"Swipe right to your next adventurous ride"
Venturo is a ridesharing platform with common destinations, e.g. to complement city passes. Users select multiple destinations and matched with a driver and other users. Currently serving 2 cities: Chicago and New York City.
Demo available at: http://venturo.kristiyanto.me
Video Demo:
The platform takes 2 data stream, both in JSON format:
-
From passenger : {id, current location, status, destinations ..}
-
From the driver: {id, current location, status, destination, passenger, ..}
click here for a complete schema. The data is generated by placing both drivers and passenger on a map and simulate a moving location toward destinations within 1-2 hops (euclidean).
The matching is heuristic and driver-centric:
- If a driver available / idle, scan for passenger nearby.
- Dispatch to pick up the passenger.
- Switch status to 'On trip' to the destination. Along the way, unless cab is full, driver continuously scan another passenger nearby with common destinations, and re-route if necessary.

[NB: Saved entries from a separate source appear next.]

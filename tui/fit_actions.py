"""The explorer's fit and uncertainty actions, kept out of ``tui/app.py`` (a mixin of ExplorerApp).

* ``d`` / ``f``: the fit form (:class:`tui.screens.fit_form.FitForm`): load a measured titration
  onto the titration plot, fit it, load the fitted sample into the flask as one undoable edit.
* ``i``: show or hide the uncertainty: a ± beside the pH in the readout (first order, from the
  constants' uncertainties) and a 95 % band on the titration plot.

Numbers come from chem (:func:`chem.fit_titration`, :func:`chem.propagate`); this module only wires them.
"""

from __future__ import annotations

from typing import TYPE_CHECKING

import chem

if TYPE_CHECKING:
    from tui.screens.fit_form import FitOutcome, FitRequest
    from tui.widgets.fit_plot import Overlay


class FitActions:
    """Mixed into :class:`tui.app.ExplorerApp` (which provides ``mixture``, ``result``, ``commit`` ...)."""

    _fit_request: FitRequest | None = None
    _overlay_data: Overlay | None = None
    show_uncertainty: bool = False
    _sd_shown: bool = False

    def _on_mount(self) -> None:
        self.watch(self, "result", self._result_for_uncertainty, init=False)

    # -- the titration plot ----------------------------------------------------------------
    def with_overlay(self, kinds: tuple) -> tuple:
        """``kinds`` with the titration plot replaced by the one showing measured points or the band."""
        if self._overlay_data is None and not self.show_uncertainty:
            return kinds
        if self._titration is not None and self._titration.track.strip():
            return kinds                                # a followed pX: measured pH points and band stay off
        from dataclasses import replace

        from tui.widgets.fit_plot import Overlay, overlay_kind

        overlay = self._overlay_data or Overlay(self._titration)
        overlay = replace(overlay, settings=self._titration, band=self.show_uncertainty)
        return tuple(overlay_kind(overlay) if k.id == "titration" else k for k in kinds)

    # -- fit -------------------------------------------------------------------------------
    def action_fit(self) -> None:
        from tui.screens.fit_form import FitForm

        self.push_screen(FitForm(self.mixture, self._fit_request, self.library, self._titration), self._fit_closed)

    def _fit_closed(self, outcome: FitOutcome | None) -> None:
        if outcome is None:
            return
        from tui.widgets.fit_plot import Overlay

        self._fit_request = outcome.request
        result = outcome.result
        offset = result.offset if result is not None and outcome.action == "load" else 0.0
        self._overlay_data = Overlay(outcome.settings, outcome.data, offset, outcome.data.label,
                                     rms=result.rms_pH if result is not None else None)
        self._titration = outcome.settings
        if outcome.action == "load" and result is not None and result.mixture is not None:
            self._source = "fitted sample"
            self.commit(result.mixture, "load the fitted sample")      # one undoable edit
        if self.plot_kind != "titration":
            self.plot_kind = "titration"                                # its watcher recomputes
        else:
            self._recompute()

    # -- uncertainty -----------------------------------------------------------------------
    def action_uncertainty(self) -> None:
        self.show_uncertainty = not self.show_uncertainty
        self._result_for_uncertainty(self.result)
        if self.plot_kind == "titration":
            self._recompute()
        self.notify("uncertainty shown: ± from the constants' uncertainties (first order)"
                    if self.show_uncertainty else "uncertainty hidden", timeout=3)

    def _result_for_uncertainty(self, result) -> None:
        if not self.show_uncertainty and not self._sd_shown:
            return                                      # the usual edit: nothing to do
        from tui.widgets.readout import Readout

        readout = self.query_one(Readout)
        self._sd_shown = self.show_uncertainty
        if not self.show_uncertainty or result is None or not result.converged:
            readout.ph_sd = None
            return
        try:
            readout.ph_sd = chem.propagate(result).pH_sd
        except chem.ChemError:
            readout.ph_sd = None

- Once arrived, drivers' status are set back to idle to pick up other passengers. Passengers removed after 2 hours later.
The dashboard put the drivers and passengers on the map in real-time fashion within 1-hour window. Since the data is simulated, some passengers and drivers may appear in unlikely places (e.g. river/lake).
Green dots represent passengers, Blue represents drivers. Green inside blue represents passenger(s) on a trip. The stats:
- Total cabs: total active drivers (including idle, on trip, and dispatched drivers)
- Idle driver: cabs without passenger
- Total passenger: total passengers (including passengers on trip, waiting for passenger, or passengers being pickup, etc)
- On going trips: total cabs with passengers on going to destination
- Passenger waiting: total passengers not assigned to any drivers
- Average waiting time: in seconds, the average time between waiting for passengers to the time passengers hop on into the car.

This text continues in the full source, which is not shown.